■ EXERCISE PROMPT ■
Starting at the line with "using UnitVent.Testing;" and going on through the line with "public Instant Now", reproduce each line in the records below exactly and nothing more.

*** Opening PROVIDED DATA ***

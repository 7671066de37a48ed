using UnitVent.Charting.Bands;
using UnitVent.Charting.Entries;
using UnitVent.Charting.Flags;
using UnitVent.Charting.Rules;

namespace UnitVent.Charting.Tests.Bands;

public sealed class StandingTests
{
    public static TheoryData<Entry[], Band, string> Charts => new()
    {
        { [Chart.Aprv(), Chart.Gas(), Chart.Check(peak: 100, end: 60)], Band.NothingRaised, "a careful round" },
        { [Chart.Aprv(), Chart.Gas(), Chart.Check(release: 600, peak: 100, end: 60)], Band.NothingRaised, "an advisory alone" },
        { [Chart.Aprv(), Chart.Gas(), Chart.Check(peak: 100, end: 40)], Band.LookThisHour, "a caution" },
        { [Chart.Aprv(), Chart.Gas(), Chart.Check(spO2: 85)], Band.LookNow, "an urgent card" },
        { [Chart.Aprv(), Chart.Gas(), Chart.Check(400)], Band.NotKnown, "readings past their limit" },
        { [Chart.Aprv(), Chart.Gas(), Chart.Check(500)], Band.LookThisHour, "overdue by the second limit" },
        { [Chart.Aprv(), Chart.Gas(760), Chart.Check(peak: 100, end: 40)], Band.LookThisHour, "not known, but a caution is open" },
    };

    [Theory, MemberData(nameof(Charts))]
    public void Standing_OfAChart_IsInItsBand(Entry[] chart, Band expected, string reason)
    {
        var standing = Of(new Chart().With(chart));

        Assert.True(expected == standing.Band, $"{reason}: {standing}");
    }

    [Fact]
    public void InHand_StaysInItsBand()
    {
        var picture = new Chart().With(Chart.Aprv(), Chart.Gas(), Chart.Check(spO2: 85)).Picture();
        var hand = new Acknowledgement(Chart.Ago(1), "Nurse", null, Chart.Now + NodaTime.Duration.FromHours(1), null, null);

        var standing = Standing.Of([.. Raised(picture).Select(f => f with { InHand = hand })], picture);

        Assert.Equal(Band.LookNow, standing.Band);
        Assert.True(standing.Leading!.InHand);
    }

    [Fact]
    public void LongRelease_WhileOxygenFalls_StandsOnTheCollapseCard()
    {
        var standing = Of(new Chart().With(Chart.Aprv(), Chart.Gas(400, 100), Chart.Gas(40, 75), Chart.Check(peak: 100, end: 40)));

        var card = Assert.Single(standing.Cards);
        Assert.Equal(Family.Collapse, card.Family);
        Assert.Equal(["R01", "R24"], card.Flags.Select(f => f.Finding.Rule).Order());
    }

    [Fact]
    public void Why_CarriesAgeAndFurtherCards()
    {
        var why = Of(new Chart().With(Chart.Aprv(), Chart.Gas(bicarbonate: 35), Chart.Check(peak: 100, end: 40))).Why;

        Assert.EndsWith("· 11:35 · +1 more", why);
    }

    [Fact]
    public void Why_OfALateEntry_SaysSo()
    {
        var chart = new Chart().With(Chart.Aprv(), Chart.Gas());
        var window = chart.Window();
        var late = new ChartEntry(Chart.Id(70), Guid.Empty, Chart.Ago(50), Chart.Ago(5), "Nurse", 70, Chart.Check(50, peak: 100, end: 40));

        var picture = Charting.Pictures.PatientPicture.At(window.With([late]), Chart.Now);

        Assert.Contains("late entry", Standing.Of(Raised(picture), picture).Why);
    }

    private static Standing Of(Chart chart)
    {
        var picture = chart.Picture();
        return Standing.Of(Raised(picture), picture);
    }

    private static List<Flag> Raised(Charting.Pictures.PatientPicture picture) =>
        [.. FlagLedger.Next([], picture, Guid.NewGuid).Select(s => FlagLedger.Apply(null, s, Guid.Empty, picture.AsOf))];
}
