using NodaTime;
using UnitVent.Charting.Fields;

namespace UnitVent.Charting.Episodes;

/// <summary>Who the patient is. Height, sex and birth date may be missing; what rests on them then says so.</summary>
public sealed record PatientFacts
{
    /// <summary>Gets the medical record number.</summary>
    [Field("MRN", Required = true, MaxLength = 40)]
    public string? Mrn { get; init; }

    /// <summary>Gets the family name.</summary>
    [Field("Family name", Required = true, MaxLength = 120)]
    public string? FamilyName { get; init; }

    /// <summary>Gets the given name.</summary>
    [Field("Given name", MaxLength = 120)]
    public string? GivenName { get; init; }

    /// <summary>Gets the birth date.</summary>
    [Field("Born")]
    public LocalDate? BirthDate { get; init; }

    /// <summary>Gets the sex used for the lung-size formula.</summary>
    [Field("Sex (for lung size)")]
    public Sex? Sex { get; init; }

    /// <summary>Gets the height. Limits: common practice.</summary>
    [Number("Height", 120, 230, Unit = "cm", AskBelow = 140, AskAbove = 205)]
    public decimal? HeightCm { get; init; }

    /// <summary>Gets whether the height was estimated, from arm span or otherwise.</summary>
    [Field("Height estimated")]
    public bool? HeightEstimated { get; init; }

    /// <summary>The name as it is read: family name, given name.</summary>
    public string DisplayName() => string.IsNullOrWhiteSpace(GivenName) ? FamilyName ?? "" : $"{FamilyName}, {GivenName}";

    /// <summary>The age in whole years on a day; null without a birth date.</summary>
    public int? AgeOn(LocalDate day) => BirthDate is { } born && born <= day ? Period.Between(born, day, PeriodUnits.Years).Years : null;
}
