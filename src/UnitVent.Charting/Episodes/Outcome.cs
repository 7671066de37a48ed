namespace UnitVent.Charting.Episodes;

/// <summary>How an episode ended.</summary>
public enum Outcome
{
    /// <summary>Off the ventilator.</summary>
    Liberated,

    /// <summary>Off the ventilator with a tracheostomy.</summary>
    TracheostomyWeaned,

    /// <summary>Moved to another unit or hospital.</summary>
    Transferred,

    /// <summary>Died.</summary>
    Died,

    /// <summary>Admitted by mistake.</summary>
    CancelledInError,
}
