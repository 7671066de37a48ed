namespace UnitVent.Charting.Episodes;

/// <summary>The sex used for the lung-size formula.</summary>
public enum Sex
{
    /// <summary>Female.</summary>
    Female,

    /// <summary>Male.</summary>
    Male,
}
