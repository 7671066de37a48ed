using Microsoft.EntityFrameworkCore;
using NodaTime;
using Npgsql;
using UnitVent.Store.Schema;
using UnitVent.Testing;
using UnitVent.Web.Hosting;

namespace UnitVent.Benchmarks;

/// <summary>The demonstration unit in a database of its own, for measuring its board.</summary>
internal sealed class DemoBoard : IAsyncDisposable
{
    private readonly TestDatabase database;
    private readonly NpgsqlDataSource source;

    private DemoBoard(TestDatabase database, NpgsqlDataSource source, UnitVentDbContext db, Guid unitId) =>
        (this.database, this.source, Db, UnitId) = (database, source, db, unitId);

    public UnitVentDbContext Db { get; }

    public Guid UnitId { get; }

    public Instant Now { get; } = SystemClock.Instance.GetCurrentInstant();

    public static async Task<DemoBoard> CreateAsync()
    {
        var database = await TestDatabase.CreateAsync();
        var settings = new HostSettings("", "", database.OwnerConnectionString, database.RuntimeConnectionString);
        await using (var opened = await Database.OpenAsync(settings, CancellationToken.None))
        {
            await DemoUnitLoad.RunAsync(opened, CancellationToken.None);
        }

        await using (var owner = new NpgsqlConnection(database.OwnerConnectionString))
        {
            await owner.OpenAsync();
            await using var analyse = new NpgsqlCommand("analyze", owner);
            await analyse.ExecuteNonQueryAsync();
        }

        var source = ContextOptions.DataSource(database.RuntimeConnectionString);
        var options = new DbContextOptionsBuilder<UnitVentDbContext>();
        ContextOptions.Configure(options, source);
        var db = new UnitVentDbContext(options.Options);
        var unitId = await db.Units.Where(u => u.Code == "DEMO").Select(u => u.Id).FirstAsync();
        await db.Database.OpenConnectionAsync();
        await db.Database.BeginTransactionAsync();
        await db.Database.ExecuteSqlAsync($"select set_config('unitvent.unit', {unitId.ToString()}, true)");
        return new(database, source, db, unitId);
    }

    public async ValueTask DisposeAsync()
    {
        await Db.DisposeAsync();
        await source.DisposeAsync();
        await database.DisposeAsync();
    }
}
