using NodaTime;
using UnitVent.Charting.Entries;
using UnitVent.Charting.Rules;

namespace UnitVent.Charting.Episodes;

/// <summary>What of a unit shapes how its charts are read.</summary>
/// <param name="Id">The unit's id.</param>
/// <param name="Code">The short code, for example <c>DEMO</c>.</param>
/// <param name="Name">The name on screens and sheets.</param>
/// <param name="Zone">The time zone of its clocks.</param>
public sealed record UnitProfile(Guid Id, string Code, string Name, DateTimeZone Zone)
{
    /// <summary>Gets the altitude in metres, −430 to 6000.</summary>
    public double AltitudeM { get; init; }

    /// <summary>Gets the unit in which tensions are shown.</summary>
    public TensionUnit TensionUnit { get; init; } = TensionUnit.MmHg;

    /// <summary>Gets the method by which releases are set unless a patient has another.</summary>
    public SettingMethod Method { get; init; } = SettingMethod.FixedRate;

    /// <summary>Gets how often a ventilator check is due.</summary>
    public Duration CheckInterval { get; init; } = Duration.FromHours(4);

    /// <summary>Gets how far back drift is looked for, 6–48 h.</summary>
    public Duration DriftWindow { get; init; } = Duration.FromHours(24);

    /// <summary>Gets the times at which shifts begin, in order.</summary>
    public IReadOnlyList<LocalTime> ShiftStarts { get; init; } = [new LocalTime(7, 0), new LocalTime(19, 0)];

    /// <summary>Gets whether everything in it is invented.</summary>
    public bool IsDemo { get; init; }

    /// <summary>Gets the beds, in walking order.</summary>
    public IReadOnlyList<string> Beds { get; init; } = [];

    /// <summary>Gets the thresholds of the rules.</summary>
    public RuleThresholds Thresholds { get; init; } = new();
}
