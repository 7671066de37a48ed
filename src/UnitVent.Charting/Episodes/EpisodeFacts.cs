using NodaTime;

namespace UnitVent.Charting.Episodes;

/// <summary>One stay of one patient on a ventilator in one unit.</summary>
/// <param name="Id">The episode's id.</param>
/// <param name="UnitId">The unit.</param>
/// <param name="Bed">The bed's name; the last one when the episode has ended.</param>
/// <param name="Patient">Who the patient is.</param>
/// <param name="AirwaySecuredAt">When the airway was secured: ventilator days count from here.</param>
/// <param name="AdmittedAt">When the episode began in this unit.</param>
public sealed record EpisodeFacts(
    Guid Id, Guid UnitId, string Bed, PatientFacts Patient, Instant AirwaySecuredAt, Instant AdmittedAt)
{
    /// <summary>Gets why the patient is ventilated, in words.</summary>
    public string? Reason { get; init; }

    /// <summary>Gets when it ended; null while it lasts.</summary>
    public Instant? EndedAt { get; init; }

    /// <summary>Gets how it ended.</summary>
    public Outcome? Outcome { get; init; }
}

*** Closing PROVIDED DATA ***

■ WRITTEN RESPONSE ■
using UnitVent.Testing;
using UnitVent.Web.Hosting;

namespace UnitVent.Benchmarks;

/// <summary>The demonstration unit in a database of its own, for measuring its board.</summary>
internal sealed class DemoBoard : IAsyncDisposable
{
    private readonly TestDatabase database;
    private readonly NpgsqlDataSource source;

    private DemoBoard(TestDatabase database, NpgsqlDataSource source, UnitVentDbContext db, Guid unitId) =>
        (this.database, this.source, Db, UnitId) = (database, source, db, unitId);

    public UnitVentDbContext Db { get; }

    public Guid UnitId { get; }

    public Instant Now { get; } = SystemClock.Instance.GetCurrentInstant();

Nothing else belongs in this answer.